Llew is going to call them and abuse them at some point today.


----------



## Momto3boys (Jan 3, 2011)

Your blog is great! And I can't wait to see all the updated pics of the babies once they get bigger. How's the itty bitty one doing?


----------



## maxysmummy (Jan 3, 2011)

teensy baby looks ok, (as far as i can tell) all have been fed and are warm etc 

[flash=425,344]http://www.youtube.com/v/ALeSSXnNG1I&hl=en&fs=1[/flash]

here is one of them crawling on my hand! sooo adorable only about 25 hours old


----------



## Nancy McClelland (Jan 3, 2011)

Max looks just like our old man Ted and Wolfgang looks just like Charlene. The other bunnies are cute and the babies are adorable. Bunnies are definitely addictive--we used to do "rescue" and had 27 at one time. Shelter people are hit or miss with bunnies. We got Nik-Nik from the shelter where we used to live and the ad said, "mixed male mini"--she was sure one mixed male.


----------



## maxysmummy (Jan 3, 2011)

this rescue is the absolute pits.

i called the woman up to talk to her and make a complain but she was really dismissive. she was like "they are strays, do you expect us to give them all health checks?" and i was like "well perhaps a flea treatment would be nice"

then i yelled at her about jemima being pregnant and she was like "well how is it our fault if she was pregnant? how could we tell?" and i informed them that i could tell within five minutes and they shouldn't have sold a pregnant doe because with someone inexperienced she could have died during childbirth or something could have gone wrong.

then she was like "well if that happened we would give the person who bought her a refund of their money"
... i was in shock... i said "it's not about the money, it's about treating animals with dignity and respect"

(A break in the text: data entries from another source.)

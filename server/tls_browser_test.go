package server

import (
	"net/url"
	"strings"
	"testing"

	"tripwell/static/chromium"
)

// A phone that was told to trust the house's authority works without signal at a name only this house knows; one that was
// not is refused, and plain http says that nothing is kept.
func TestOffline_APhoneThatTrustsTheHousesAuthority(t *testing.T) {
	chromium.Need(t)
	r := newRig(t, 4)
	secure, plain, a := r.serveLocal("tests.lan")
	w := newWire(t, secure)
	host := chromium.Host("tests.lan", "127.0.0.1")
	base := "https://tests.lan" + strings.TrimPrefix(w.addr, "127.0.0.1")
	trusting := chromium.Trusting(t, a.cert.Raw)

	p := openHandheld(t, base, host, trusting)
	p.signIn(r, r.crew)
	p.ready()
	if secure := p.Value(`String(isSecureContext && location.hostname)`); secure != "tests.lan" {
		t.Fatalf("the page's context is secure: %s", secure)
	}
	w.cut()
	p.Reload()
	p.Sees("Kiln Lane Day Clinic")
	p.Tap("a.row", "Kiln Lane")
	p.Tap("a.row", "Outlet 1")
	p.Tap("a", "Button test")
	p.testNext()
	p.visit("/field#/tray")
	p.Sees("No signal")
	if kept, there := p.waiting(), len(r.entries()); kept != 1 || there != 0 {
		t.Fatalf("with the line cut: %d on the phone, %d at the server; want 1 and 0", kept, there)
	}
	w.mend()
	p.sendAll()
	r.wantOnceInOrder(1)
	p.Close()

	// Not told: Chromium shows its own page instead of ours.
	stranger := chromium.Phone(t, host)
	if err := stranger.Try(base + "/in"); err == nil || !strings.Contains(err.Error(), "ERR_CERT_AUTHORITY_INVALID") {
		t.Errorf("a browser that was told nothing: got %v, want it to refuse the certificate", err)
	}
	stranger.Open("http://tests.lan" + strings.TrimPrefix(plain, "127.0.0.1") + "/field")
	stranger.Sees("Trust this server")
	stranger.Sees(a.Fingerprint()[:23])
	stranger.Picture("trust")
}

// Over plain http at a name that is not this machine's own, every page says that nothing is kept and where to go.
func TestOffline_APageThatIsNotSecureSaysSo(t *testing.T) {
	chromium.Need(t)
	r := newRig(t, 1)
	must(t, r.store.SetURL("https://tests.example.org"))
	u, err := url.Parse(r.url)
	must(t, err)
	w := chromium.Phone(t, chromium.Host("tests.lan", "127.0.0.1"))
	for _, path := range []string{"/in", "/field"} {
		w.Open("http://tests.lan:" + u.Port() + path)
		w.Until("the banner on "+path, `[...document.querySelectorAll("[role=alert] a")].some((a) => a.href.startsWith("https://tests.example.org/"))`)
		w.Picture("insecure" + strings.ReplaceAll(path, "/", "_"))
	}
	w.Open(r.url + "/in")
	w.Until("the sign-in page without a banner", `document.querySelector("main form") && !document.querySelector(".insecure")`)
}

she said something along the lines of "whatever" and when i told her i would be kicking up a big stink about this with the RSPCA etc she backtracked heavily and started appologising profusely and saying she would make sure the people in charge of the rabbits would take better care next time


----------



## maxysmummy (Jan 4, 2011)

Hey guys, got some pics of the kits close up (this was them at exactly 36 hours old) and my attempt to decode their coloring (i was doing some research on rabbit coloring earlier so i want to sound ultra smart :biggrin2::biggrin2





Runty - looks like he's most probably a broken ?





what looks like a charlie 





solid





broken


cuuuuute hey?

so, we noticed runtus wasnt being fed. i dont think mama was ignoring him i just think it was hard for him to compete with his siblings cause hes sooo small... so we bought some baby animal formula and tried to bottle feed him - epic fail. (lol)

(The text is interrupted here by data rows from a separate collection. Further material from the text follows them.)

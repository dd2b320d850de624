package server

import (
	"crypto/ecdsa"
	"crypto/elliptic"
	"crypto/rand"
	"crypto/sha256"
	"crypto/tls"
	"crypto/x509"
	"crypto/x509/pkix"
	"fmt"
	"net"
	"net/http"
	"net/netip"
	"strings"
	"sync"
	"time"

	"tripwell/store"
)

// Authority serves certificates made by the house's own authority, and the page that tells how to trust it. The
// certificate in use lives in memory: it is made anew when the server starts, when it grows old, and when the machine is
// reached at an address it did not have before.
type Authority struct {
	cert *x509.Certificate
	key  *ecdsa.PrivateKey
	Made bool // just now, by this start

	asked   []string // names given, beyond the machine's own
	machine func() hosts
	now     func() time.Time

	mu     sync.Mutex
	leaf   *tls.Certificate
	looked time.Time // when the machine was last asked for its names
}

const (
	renewBefore = 60 * 24 * time.Hour
	lookAgain   = time.Hour
)

// OpenAuthority reads the authority of the folder, or makes one. names must be covered by it; they come first.
func OpenAuthority(s *store.Store, names []string, now func() time.Time) (*Authority, error) {
	return openAuthorityOf(s, names, now, thisMachine)
}

func openAuthorityOf(s *store.Store, names []string, now func() time.Time, machine func() hosts) (*Authority, error) {
	a := &Authority{asked: names, machine: machine, now: now}
	var want hosts
	if err := want.add(names...); err != nil {
		return nil, err
	}
	all, err := a.hosts()
	if err != nil {
		return nil, err
	}
	if a.cert, a.key, a.Made, err = openAuthority(s, all, now()); err != nil {
		return nil, err
	}
	if err := a.make(want); err != nil {
		return nil, fmt.Errorf("the authority of this folder may not vouch for %s, and phones would refuse it: leave that name out, or move keys/%s away to have another authority made, which every phone must be told to trust anew (%w)",
			strings.Join(names, ", "), authorityFile, err)
	}
	return a, a.make(hosts{})
}

// hosts are the names asked for, then the machine's own.
func (a *Authority) hosts() (h hosts, err error) {
	if err := h.add(a.asked...); err != nil {
		return h, err
	}
	own := a.machine()
	for _, addr := range own.addresses {
		h.addAddress(addr)
	}
	return h, h.add(own.names...)
}

// make makes the certificate for exactly these hosts; for none, for those of this moment that the authority may vouch for.
func (a *Authority) make(only hosts) error {
	key, err := ecdsa.GenerateKey(elliptic.P256(), rand.Reader)
	if err != nil {
		return err
	}
	h := only
	if len(h.names)+len(h.addresses) == 0 {
		if h, err = a.hosts(); err != nil {
			return err
		}
		h = a.permitted(h)
		a.looked = a.now()
	}
	from := a.now().Add(-leafBack)
	t := &x509.Certificate{
		SerialNumber: serial(), NotBefore: from, NotAfter: earlier(from.Add(leafLife), a.cert.NotAfter),
		Subject: pkix.Name{Organization: []string{"Tripwell"}, CommonName: h.first()}, BasicConstraintsValid: true,
		KeyUsage: x509.KeyUsageDigitalSignature, ExtKeyUsage: []x509.ExtKeyUsage{x509.ExtKeyUsageServerAuth},
		SubjectKeyId: keyID(key), DNSNames: h.names,
	}
	for _, addr := range h.addresses {
		t.IPAddresses = append(t.IPAddresses, addr.AsSlice())
	}
	der, err := x509.CreateCertificate(rand.Reader, t, a.cert, key.Public(), a.key)
	if err != nil {
		return err
	}
	leaf, err := x509.ParseCertificate(der)
	if err != nil {
		return err
	}
	if err := a.holds(leaf); err != nil {
		return err
	}
	a.leaf = &tls.Certificate{Certificate: [][]byte{der, a.cert.Raw}, PrivateKey: key, Leaf: leaf}
	return nil
}

// holds verifies a certificate as a browser that trusts the authority does.
func (a *Authority) holds(leaf *x509.Certificate) error {
	roots := x509.NewCertPool()
	roots.AddCert(a.cert)
	_, err := leaf.Verify(x509.VerifyOptions{Roots: roots, CurrentTime: a.now()})
	return err
}

// permitted leaves out what the authority may not vouch for, as an address that came later and is a public one.
func (a *Authority) permitted(h hosts) hosts {
	var out hosts
	for _, name := range h.names {
		if inDomains(name, a.cert.PermittedDNSDomains) {
			_ = out.add(name)
		}
	}
	for _, addr := range h.addresses {
		for _, n := range a.cert.PermittedIPRanges {
			if n.Contains(addr.AsSlice()) {
				out.addAddress(addr)
				break
			}
		}
	}
	return out
}

func earlier(a, b time.Time) time.Time {
	if b.Before(a) {
		return b
	}
	return a
}

func (a *Authority) certificate(hello *tls.ClientHelloInfo) (*tls.Certificate, error) {
	a.mu.Lock()
	defer a.mu.Unlock()
	if !a.serves(hello.Conn) {
		if err := a.make(hosts{}); err != nil {
			return nil, fmt.Errorf("renew the certificate: %w", err)
		}
	}
	return a.leaf, nil
}

// serves reports whether the certificate in use is young enough and for the address the browser came to.
func (a *Authority) serves(c net.Conn) bool {
	now := a.now()
	if now.Before(a.leaf.Leaf.NotBefore) || now.After(a.leaf.Leaf.NotAfter.Add(-renewBefore)) || now.Sub(a.looked) >= lookAgain {
		return false
	}
	if c == nil {
		return true
	}
	here, err := netip.ParseAddrPort(c.LocalAddr().String())
	if err != nil || a.leaf.Leaf.VerifyHostname(here.Addr().Unmap().WithZone("").String()) == nil {
		return true
	}
	var h hosts
	h.addAddress(here.Addr())
	return len(a.permitted(h).addresses) == 0 // nothing to be gained by another one
}

func (a *Authority) config() *tls.Config {
	return &tls.Config{MinVersion: tls.VersionTLS12, GetCertificate: a.certificate}
}

// plain tells how to trust the authority; nothing else is answered over http.
func (a *Authority) plain(s *Server, _ string) http.Handler { return s.face(plainRoutes()) }

// strict is never right here: a browser that was told so and lost its trust could not even reach the page that restores it.
func (a *Authority) strict() bool { return false }

// Fingerprint is the SHA-256 of the authority's certificate as systems show it, in pairs of hexadecimal digits.
func (a *Authority) Fingerprint() string {
	sum := sha256.Sum256(a.cert.Raw)
	return strings.ReplaceAll(fmt.Sprintf("% X", sum[:]), " ", ":")
}

// Name is what systems list the authority under.
func (a *Authority) Name() string { return a.cert.Subject.CommonName }

// Hosts are the names and addresses the certificate in use is for.
func (a *Authority) Hosts() []string {
	a.mu.Lock()
	defer a.mu.Unlock()
	out := append([]string{}, a.leaf.Leaf.DNSNames...)
	for _, ip := range a.leaf.Leaf.IPAddresses {
		out = append(out, ip.String())
	}
	return out
}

but thanks to the amazing advice of 'iluvdutchrabbits" we got mama rab out of her pen, put her on the bed and then placed Runty underneath her. runty seemed to suckle untill his belly was full  we tried to keep him under there longer but he waddled away a few times so we assumed he wanted no more milky. 

will try this again in a few more hours just to catch him up on what he missed in the first few feedings.


----------



## maxysmummy (Jan 4, 2011)

P.s here is Buster. sorry it took so long for me to post the picture. i hate talking about him it makes me feel really really upset.


----------



## Momto3boys (Jan 4, 2011)

I'm glad you got the runt to eat...hopefully he continues to do well and Buster was beautiful, I wish our pets could stay with us forever.


----------



## maxysmummy (Jan 4, 2011)

the lil chitlens are squawking in the nest 

does anyone know for how long i'll have to do private feeds for runty ?
*
Momto3boys wrote: *


> I'm glad you got the runt to eat...hopefully he continues to do well and Buster was beautiful, I wish our pets could stay with us forever.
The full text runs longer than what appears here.